▸ TASK ITEM
The listing below contains a span that opens with the line containing "on a pseudoadiabat" and closes with the line containing "up = moved_to(parcel, p, freezing=False)". Return that span exactly.

▸ ENTRIES SUPPLIED
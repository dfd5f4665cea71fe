"""Equivalent and wet-bulb potential temperature against Bolton's and Davies-Jones' equations."""

import numpy as np
import pytest

from orolift.air.lapse import pseudoadiabat_temperature
from orolift.air.parcel import Parcel, ascent, moved_to
from orolift.air.potential import (
    equivalent_potential_temperature,
    equivalent_potential_temperature_bolton_1980,
    equivalent_potential_temperature_bolton_1980_eq_39,
    reversible_equivalent_potential_temperature,
    wet_bulb_potential_temperature,
    wet_bulb_potential_temperature_davies_jones_2008,
)
from orolift.air.saturation import saturation_mixing_ratio
from orolift.constants import KAPPA
from orolift.errors import OutOfRangeError

# Saturated at 1000 hPa: Celsius; equivalent potential temperature [K] from Bolton (1980) eq. 43 and eq. 39, evaluated
# with the paper's own saturation pressure; wet-bulb potential temperature [C] from eq. 43 by Davies-Jones (2008) eq. 3.8
SATURATED = [
    (0.0, 283.64, 283.59, 0.025),
    (4.0, 291.18, 291.13, 4.021),
    (8.0, 299.78, 299.75, 8.015),
    (12.0, 309.77, 309.75, 12.008),
    (16.0, 321.53, 321.52, 16.001),
    (20.0, 335.59, 335.60, 19.996),
    (24.0, 352.68, 352.71, 23.996),
    (28.0, 373.80, 373.80, 28.000),
    (30.0, 386.29, 386.26, 30.004),
]
# hPa, Celsius, g per kg; equivalent potential temperature [K] by eq. 43 and 39; wet-bulb potential temperature [C]
STATES = [
    (1000.0, 20.0, 7.728, 315.570, 315.545, 14.063),
    (850.0, 20.0, 15.469, 353.892, 353.921, 24.250),
    (900.0, 10.0, 6.086, 309.510, 309.475, 11.912),
    (700.0, 0.0, 3.772, 314.166, 314.124, 13.582),
    (1000.0, 30.0, 14.884, 347.523, 347.546, 22.871),
    (1000.0, 25.0, 15.228, 342.555, 342.573, 21.724),
    (900.0, 15.0, 8.064, 320.675, 320.654, 15.734),
    (850.0, 10.0, 6.036, 314.534, 314.500, 13.709),
]


@pytest.mark.parametrize(("hectopascal", "celsius", "gram", "eq_43", "eq_39", "wet_bulb"), STATES)
def test_bolton_and_davies_jones_give_their_numbers(hectopascal, celsius, gram, eq_43, eq_39, wet_bulb):
    """The equations as printed; 0.01 K for the rounded mixing ratio and eq. 21 in place of eq. 15."""
    state = (hectopascal * 100.0, celsius + 273.15, gram / 1000.0)
    np.testing.assert_allclose(equivalent_potential_temperature_bolton_1980(*state), eq_43, atol=0.012)
    np.testing.assert_allclose(equivalent_potential_temperature_bolton_1980_eq_39(*state), eq_39, atol=0.012)
    np.testing.assert_allclose(wet_bulb_potential_temperature_davies_jones_2008(eq_43) - 273.15, wet_bulb, atol=1e-3)


@pytest.mark.parametrize(("hectopascal", "celsius", "gram", "eq_43", "eq_39", "wet_bulb"), STATES)
def test_our_integration_agrees_with_both(hectopascal, celsius, gram, eq_43, eq_39, wet_bulb):
    """0.1 K: the two published fits differ by 0.05 K, our constants by as much again; wet bulb 0.05 K."""
    state = (hectopascal * 100.0, celsius + 273.15, gram / 1000.0)
    ours = equivalent_potential_temperature(*state)
    np.testing.assert_allclose(ours, eq_43, atol=0.1)
    np.testing.assert_allclose(ours, eq_39, atol=0.1)
    np.testing.assert_allclose(wet_bulb_potential_temperature(*state) - 273.15, wet_bulb, atol=0.05)


@pytest.mark.parametrize(("celsius", "eq_43", "eq_39", "wet_bulb"), SATURATED)
def test_saturated_air_agrees_with_both(celsius, eq_43, eq_39, wet_bulb):
    """0.12 K: the saturation pressure at 24-30 C adds 0.04 K to what the fits differ by."""
    t = celsius + 273.15
    r = saturation_mixing_ratio(1e5, t, freezing=False)
    ours = equivalent_potential_temperature(1e5, t, r)
    np.testing.assert_allclose(ours, eq_43, atol=0.12)
    np.testing.assert_allclose(ours, eq_39, atol=0.12)
    np.testing.assert_allclose(wet_bulb_potential_temperature_davies_jones_2008(ours) - 273.15, celsius, atol=0.05)
    np.testing.assert_allclose(wet_bulb_potential_temperature_davies_jones_2008(eq_43) - 273.15, wet_bulb, atol=5e-3)


@pytest.mark.parametrize("freezing", [True, False])
def test_wet_bulb_round_trip(freezing):
    """Saturated air on a pseudoadiabat has the temperature at its foot; 0.02 K is the error of the longer steps."""
    foot = np.array([268.0, 278.0, 288.0, 298.0])
    for p in (85e3, 60e3, 35e3):
        t = pseudoadiabat_temperature(1e5, foot, p, freezing=freezing)
        r = saturation_mixing_ratio(p, t, freezing=freezing)
        found = wet_bulb_potential_temperature(p, t, r, freezing=freezing)
        np.testing.assert_allclose(found, foot, atol=0.02 if freezing else 0.003)


@pytest.mark.parametrize("freezing", [True, False])
def test_ascent_without_condensate_keeps_both(freezing):
    """Pseudoadiabatic ascent, through condensation, changes neither by more than the steps do."""
    parcel = Parcel(np.full(3, 95e3), np.array([275.0, 287.15, 300.0]), np.array([0.003, 0.008, 0.015]), np.zeros(3))
    up, _ = ascent(parcel, 40e3, removed_share=1.0, freezing=freezing, steps=100)
    for function in (equivalent_potential_temperature, wet_bulb_potential_temperature):
        before = function(parcel.pressure, parcel.temperature, parcel.vapour, freezing=freezing)
        after = function(up.pressure, up.temperature, up.vapour, freezing=freezing)
        np.testing.assert_allclose(after, before, atol=0.05 if freezing else 0.003)


def test_reversible_move_keeps_the_reversible_one():
    """And with all the water as vapour or cloud it is the same function of the same air."""
    parcel = Parcel(np.full(3, 95e3), np.array([275.0, 287.15, 300.0]), np.array([0.003, 0.008, 0.015]), np.zeros(3))
    before = reversible_equivalent_potential_temperature(parcel.pressure, parcel.temperature, parcel.vapour)
    for p in (80e3, 40e3):
        up = moved_to(parcel, p, freezing=False)
        after = reversible_equivalent_potential_temperature(up.pressure, up.temperature, up.vapour, up.cloud)
        np.testing.assert_allclose(after, before, rtol=1e-13)


def test_dry_air_has_its_potential_temperature():
    """All three are the potential temperature of dry air by Poisson's equation; 1e-7 for the trace of vapour."""
    p, t = np.array([9e4, 5e4]), np.array([280.0, 250.0])
    theta = t * (1e5 / p) ** KAPPA
    np.testing.assert_allclose(equivalent_potential_temperature(p, t, 0.0), theta, rtol=1e-7)
    np.testing.assert_allclose(reversible_equivalent_potential_temperature(p, t, 0.0), theta, rtol=1e-13)


def test_heat_of_fusion_raises_it():
    """Freezing gives heat to air that condenses below 0 C; nothing to compare with but the sign and the size.

    Freezing all the vapour of saturated air at 0 C (3.8 g per kg) can warm by no more than its heat of fusion, 1.3 K times 1.0-1.6.
    """
    r = saturation_mixing_ratio(1e5, 273.16)
    with_ice = equivalent_potential_temperature(1e5, 273.16, r, freezing=True)
    gain = with_ice - equivalent_potential_temperature(1e5, 273.16, r)
    assert 0.0 < gain < 1.3 * 1.6


def test_out_of_range_is_refused():
    """Wrong units are named; a fit is not stretched beyond its range."""
    with pytest.raises(OutOfRangeError, match="temperature: 1 of 1 values lie outside 120 to 340 K"):
        equivalent_potential_temperature(9e4, 15.0, 0.005)
    with pytest.raises(OutOfRangeError, match=r"mixing_ratio: 1 of 1 values lie outside 1e-06 to 0\.05"):
        equivalent_potential_temperature_bolton_1980(9e4, 288.0, 5.0)
    with pytest.raises(OutOfRangeError, match="equivalent_potential_temperature: 1 of 1 values lie outside 257 to 420"):
        wet_bulb_potential_temperature_davies_jones_2008(25.0)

▸ ANSWER BELOW
    """Saturated air on a pseudoadiabat has the temperature at its foot; 0.02 K is the error of the longer steps."""
    foot = np.array([268.0, 278.0, 288.0, 298.0])
    for p in (85e3, 60e3, 35e3):
        t = pseudoadiabat_temperature(1e5, foot, p, freezing=freezing)
        r = saturation_mixing_ratio(p, t, freezing=freezing)
        found = wet_bulb_potential_temperature(p, t, r, freezing=freezing)
        np.testing.assert_allclose(found, foot, atol=0.02 if freezing else 0.003)


@pytest.mark.parametrize("freezing", [True, False])
def test_ascent_without_condensate_keeps_both(freezing):
    """Pseudoadiabatic ascent, through condensation, changes neither by more than the steps do."""
    parcel = Parcel(np.full(3, 95e3), np.array([275.0, 287.15, 300.0]), np.array([0.003, 0.008, 0.015]), np.zeros(3))
    up, _ = ascent(parcel, 40e3, removed_share=1.0, freezing=freezing, steps=100)
    for function in (equivalent_potential_temperature, wet_bulb_potential_temperature):
        before = function(parcel.pressure, parcel.temperature, parcel.vapour, freezing=freezing)
        after = function(up.pressure, up.temperature, up.vapour, freezing=freezing)
        np.testing.assert_allclose(after, before, atol=0.05 if freezing else 0.003)


def test_reversible_move_keeps_the_reversible_one():
    """And with all the water as vapour or cloud it is the same function of the same air."""
    parcel = Parcel(np.full(3, 95e3), np.array([275.0, 287.15, 300.0]), np.array([0.003, 0.008, 0.015]), np.zeros(3))
    before = reversible_equivalent_potential_temperature(parcel.pressure, parcel.temperature, parcel.vapour)
    for p in (80e3, 40e3):
        up = moved_to(parcel, p, freezing=False)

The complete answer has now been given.